## EXERCISE DESCRIPTION
Each record below needs to be retyped exactly.
Segment Open
/**
 * A new finding, straight through SQLite (a first assessment raises tens of thousands: the query
 * builder's statement building costs several times the insert), returned as the row it wrote.
 */
function insertFinding(tx: DbOrTx, candidate: FindingCandidate, now: Date): Finding {
  const values = writtenValues(candidate, now);
  const at = now.getTime();
  const { id } = preparedOn(
    tx,
    `insert into findings (fingerprint, rule, severity, status, scenario, title, site_id, room_id, storage_unit_id, container_id, substance_id, mixture_id,
       value, limit_value, ratio, unit, worst_case_temp_c, worst_case_source, time_to_danger_min, time_to_danger_threshold, time_to_danger_temp_c,
       condition_holds, first_raised_at, last_evaluated_at, created_at, updated_at)
     values (?, ?, ?, 'open', ?, ?, ?, ?, ?, ?, ?, ?, ?, ?, ?, ?, ?, ?, ?, ?, ?, 1, ?, ?, ?, ?) returning id`,
  ).get(
    candidate.fingerprint,
    values.rule,
    values.severity,
    values.scenario,
    values.title,
    values.siteId,
    values.roomId,
    values.storageUnitId,
    values.containerId,
    values.substanceId,
    values.mixtureId,
    values.value,
    values.limitValue,
    values.ratio,
    values.unit,
    values.worstCaseTempC,
    values.worstCaseSource,
    values.timeToDangerMin,
    values.timeToDangerThreshold,
    values.timeToDangerTempC,
    at,
    at,
    at,
    at,
  ) as { id: number };
  return {
    ...values,
    id,
    fingerprint: candidate.fingerprint,
    status: "open",
    conditionHolds: true,
    assigneeId: null,
    mitigationPlan: null,
    riskAcceptedUntil: null,
    firstRaisedAt: now,
    resolvedAt: null,
    createdAt: now,
    updatedAt: now,
  };
}

type FindingRow = {
  id: number;
  fingerprint: string;
  rule: string;
  severity: Severity;
  status: FindingStatus;
  scenario: Scenario;
  title: string;
  site_id: number | null;
  room_id: number | null;
  storage_unit_id: number | null;
  container_id: number | null;
  substance_id: number | null;
  mixture_id: number | null;
  value: number | null;
  limit_value: number | null;
  ratio: number | null;
  unit: string | null;
  worst_case_temp_c: number | null;
  worst_case_source: string | null;
  time_to_danger_min: number | null;
  time_to_danger_threshold: string | null;
  time_to_danger_temp_c: number | null;
  condition_holds: number;
  assignee_id: number | null;
  mitigation_plan: string | null;
  risk_accepted_until: number | null;
  first_raised_at: number;
  last_evaluated_at: number;
  resolved_at: number | null;
  created_at: number;
  updated_at: number;
};

const dateOrNull = (ms: number | null) => (ms == null ? null : new Date(ms));

function toFinding(row: FindingRow): Finding {
  return {
    id: row.id,
    fingerprint: row.fingerprint,
    rule: row.rule,
    severity: row.severity,
    status: row.status,
    scenario: row.scenario,
    title: row.title,
    siteId: row.site_id,
    roomId: row.room_id,
    storageUnitId: row.storage_unit_id,
    containerId: row.container_id,
    substanceId: row.substance_id,
    mixtureId: row.mixture_id,
    value: row.value,
    limitValue: row.limit_value,
    ratio: row.ratio,
    unit: row.unit,
    worstCaseTempC: row.worst_case_temp_c,
    worstCaseSource: row.worst_case_source,
    timeToDangerMin: row.time_to_danger_min,
    timeToDangerThreshold: row.time_to_danger_threshold,
    timeToDangerTempC: row.time_to_danger_temp_c,
    conditionHolds: row.condition_holds === 1,
    assigneeId: row.assignee_id,
    mitigationPlan: row.mitigation_plan,
    riskAcceptedUntil: dateOrNull(row.risk_accepted_until),
    firstRaisedAt: new Date(row.first_raised_at),
    lastEvaluatedAt: new Date(row.last_evaluated_at),
    resolvedAt: dateOrNull(row.resolved_at),
    createdAt: new Date(row.created_at),
    updatedAt: new Date(row.updated_at),
  };
}

/**
 * A finding brought in line with its candidate (straight through SQLite, like insertFinding);
 * `reopen` opens it again (condition holds, not resolved), `clearRiskAcceptance` ends an accepted
 * risk whose review date has passed. Returns the row as written.
 */
function updateFinding(tx: DbOrTx, id: number, candidate: FindingCandidate, now: Date, opts: { reopen: boolean; clearRiskAcceptance: boolean }): Finding {
  const at = now.getTime();
  const row = preparedOn(
    tx,
    `update findings set rule = ?, severity = ?, scenario = ?, title = ?, site_id = ?, room_id = ?, storage_unit_id = ?, container_id = ?,
       substance_id = ?, mixture_id = ?, value = ?, limit_value = ?, ratio = ?, unit = ?, worst_case_temp_c = ?, worst_case_source = ?,
       time_to_danger_min = ?, time_to_danger_threshold = ?, time_to_danger_temp_c = ?,
       last_evaluated_at = ?, updated_at = ?,
       status = case when ? then 'open' else status end,
       condition_holds = case when ? then 1 else condition_holds end,
       resolved_at = case when ? then null else resolved_at end,
       risk_accepted_until = case when ? then null else risk_accepted_until end
     where id = ? returning *`,
  ).get(
    candidate.rule,
    candidate.severity,
    candidate.scenario,
    candidate.title,
    candidate.siteId,
    candidate.roomId,
    candidate.storageUnitId,
    candidate.containerId,
    candidate.substanceId,
    candidate.mixtureId,
    candidate.value,
    candidate.limitValue,
    candidate.ratio,
    candidate.unit,
    candidate.worstCaseTempC,
    candidate.worstCaseSource,
    candidate.timeToDanger?.minutes ?? null,
    candidate.timeToDanger?.threshold ?? null,
    candidate.timeToDanger?.tempC ?? null,
    at,
    at,
    opts.reopen ? 1 : 0,
    opts.reopen ? 1 : 0,
    opts.reopen ? 1 : 0,
    opts.clearRiskAcceptance ? 1 : 0,
    id,
  ) as FindingRow;
  return toFinding(row);
}

function writtenValues(candidate: FindingCandidate, now: Date) {
  return {
    rule: candidate.rule,
    severity: candidate.severity,
    scenario: candidate.scenario,
    title: candidate.title,
    siteId: candidate.siteId,
    roomId: candidate.roomId,
    storageUnitId: candidate.storageUnitId,
    containerId: candidate.containerId,
    substanceId: candidate.substanceId,
    mixtureId: candidate.mixtureId,
    value: candidate.value,
    limitValue: candidate.limitValue,
    ratio: candidate.ratio,
    unit: candidate.unit,
    worstCaseTempC: candidate.worstCaseTempC,
    worstCaseSource: candidate.worstCaseSource,
    timeToDangerMin: candidate.timeToDanger?.minutes ?? null,
    timeToDangerThreshold: candidate.timeToDanger?.threshold ?? null,
    timeToDangerTempC: candidate.timeToDanger?.tempC ?? null,
    lastEvaluatedAt: now,
  };
}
Segment Closed
## ANSWER
/**
 * A new finding, straight through SQLite (a first assessment raises tens of thousands: the query
 * builder's statement building costs several times the insert), returned as the row it wrote.
 */
function insertFinding(tx: DbOrTx, candidate: FindingCandidate, now: Date): Finding {
  const values = writtenValues(candidate, now);
  const at = now.getTime();
  const { id } = preparedOn(
    tx,
    `insert into findings (fingerprint, rule, severity, status, scenario, title, site_id, room_id, storage_unit_id, container_id, substance_id, mixture_id,
       value, limit_value, ratio, unit, worst_case_temp_c, worst_case_source, time_to_danger_min, time_to_danger_threshold, time_to_danger_temp_c,
       condition_holds, first_raised_at, last_evaluated_at, created_at, updated_at)
     values (?, ?, ?, 'open', ?, ?, ?, ?, ?, ?, ?, ?, ?, ?, ?, ?, ?, ?, ?, ?, ?, 1, ?, ?, ?, ?) returning id`,
  ).get(
    candidate.fingerprint,
    values.rule,
    values.severity,
    values.scenario,
    values.title,
    values.siteId,
    values.roomId,
    values.storageUnitId,
    values.containerId,
    values.substanceId,
    values.mixtureId,
    values.value,
    values.limitValue,
    values.ratio,
    values.unit,
    values.worstCaseTempC,
    values.worstCaseSource,
    values.timeToDangerMin,
    values.timeToDangerThreshold,
    values.timeToDangerTempC,
    at,
    at,
    at,
    at,
  ) as { id: number };
  return {
    ...values,
    id,
    fingerprint: candidate.fingerprint,
    status: "open",
    conditionHolds: true,
    assigneeId: null,
    mitigationPlan: null,
    riskAcceptedUntil: null,
    firstRaisedAt: now,
    resolvedAt: null,
    createdAt: now,
    updatedAt: now,
  };
}

type FindingRow = {
  id: number;
  fingerprint: string;
  rule: string;
  severity: Severity;
  status: FindingStatus;
  scenario: Scenario;
  title: string;
  site_id: number | null;
  room_id: number | null;
  storage_unit_id: number | null;
  container_id: number | null;
  substance_id: number | null;
  mixture_id: number | null;
  value: number | null;
  limit_value: number | null;
  ratio: number | null;
  unit: string | null;
  worst_case_temp_c: number | null;
  worst_case_source: string | null;
  time_to_danger_min: number | null;
  time_to_danger_threshold: string | null;
  time_to_danger_temp_c: number | null;
  condition_holds: number;
  assignee_id: number | null;
  mitigation_plan: string | null;
  risk_accepted_until: number | null;
  first_raised_at: number;
  last_evaluated_at: number;
  resolved_at: number | null;
  created_at: number;
  updated_at: number;
};

const dateOrNull = (ms: number | null) => (ms == null ? null : new Date(ms));

function toFinding(row: FindingRow): Finding {
  return {
    id: row.id,
    fingerprint: row.fingerprint,
    rule: row.rule,
    severity: row.severity,
    status: row.status,
    scenario: row.scenario,
    title: row.title,
    siteId: row.site_id,
    roomId: row.room_id,
    storageUnitId: row.storage_unit_id,
    containerId: row.container_id,
    substanceId: row.substance_id,
    mixtureId: row.mixture_id,
    value: row.value,
    limitValue: row.limit_value,
    ratio: row.ratio,
    unit: row.unit,
    worstCaseTempC: row.worst_case_temp_c,
    worstCaseSource: row.worst_case_source,
    timeToDangerMin: row.time_to_danger_min,
    timeToDangerThreshold: row.time_to_danger_threshold,
    timeToDangerTempC: row.time_to_danger_temp_c,
    conditionHolds: row.condition_holds === 1,
    assigneeId: row.assignee_id,
    mitigationPlan: row.mitigation_plan,
    riskAcceptedUntil: dateOrNull(row.risk_accepted_until),
    firstRaisedAt: new Date(row.first_raised_at),
    lastEvaluatedAt: new Date(row.last_evaluated_at),
    resolvedAt: dateOrNull(row.resolved_at),
    createdAt: new Date(row.created_at),
    updatedAt: new Date(row.updated_at),
  };
}

/**
 * A finding brought in line with its candidate (straight through SQLite, like insertFinding);
 * `reopen` opens it again (condition holds, not resolved), `clearRiskAcceptance` ends an accepted
 * risk whose review date has passed. Returns the row as written.
 */
function updateFinding(tx: DbOrTx, id: number, candidate: FindingCandidate, now: Date, opts: { reopen: boolean; clearRiskAcceptance: boolean }): Finding {
  const at = now.getTime();
  const row = preparedOn(
    tx,
    `update findings set rule = ?, severity = ?, scenario = ?, title = ?, site_id = ?, room_id = ?, storage_unit_id = ?, container_id = ?,
       substance_id = ?, mixture_id = ?, value = ?, limit_value = ?, ratio = ?, unit = ?, worst_case_temp_c = ?, worst_case_source = ?,
       time_to_danger_min = ?, time_to_danger_threshold = ?, time_to_danger_temp_c = ?,
       last_evaluated_at = ?, updated_at = ?,
       status = case when ? then 'open' else status end,
       condition_holds = case when ? then 1 else condition_holds end,
       resolved_at = case when ? then null else resolved_at end,
       risk_accepted_until = case when ? then null else risk_accepted_until end
     where id = ? returning *`,
  ).get(
    candidate.rule,
    candidate.severity,
    candidate.scenario,
    candidate.title,
    candidate.siteId,
    candidate.roomId,
    candidate.storageUnitId,
    candidate.containerId,
    candidate.substanceId,
    candidate.mixtureId,
    candidate.value,
    candidate.limitValue,
    candidate.ratio,
    candidate.unit,
    candidate.worstCaseTempC,
    candidate.worstCaseSource,
    candidate.timeToDanger?.minutes ?? null,
    candidate.timeToDanger?.threshold ?? null,
    candidate.timeToDanger?.tempC ?? null,
    at,
    at,
    opts.reopen ? 1 : 0,
    opts.reopen ? 1 : 0,
    opts.reopen ? 1 : 0,
    opts.clearRiskAcceptance ? 1 : 0,
    id,
  ) as FindingRow;
  return toFinding(row);
}

function writtenValues(candidate: FindingCandidate, now: Date) {
  return {
    rule: candidate.rule,
    severity: candidate.severity,
    scenario: candidate.scenario,
    title: candidate.title,
    siteId: candidate.siteId,
    roomId: candidate.roomId,
    storageUnitId: candidate.storageUnitId,
    containerId: candidate.containerId,
    substanceId: candidate.substanceId,
    mixtureId: candidate.mixtureId,
    value: candidate.value,
    limitValue: candidate.limitValue,
    ratio: candidate.ratio,
    unit: candidate.unit,
    worstCaseTempC: candidate.worstCaseTempC,
    worstCaseSource: candidate.worstCaseSource,
    timeToDangerMin: candidate.timeToDanger?.minutes ?? null,
    timeToDangerThreshold: candidate.timeToDanger?.threshold ?? null,
    timeToDangerTempC: candidate.timeToDanger?.tempC ?? null,
    lastEvaluatedAt: now,
  };
}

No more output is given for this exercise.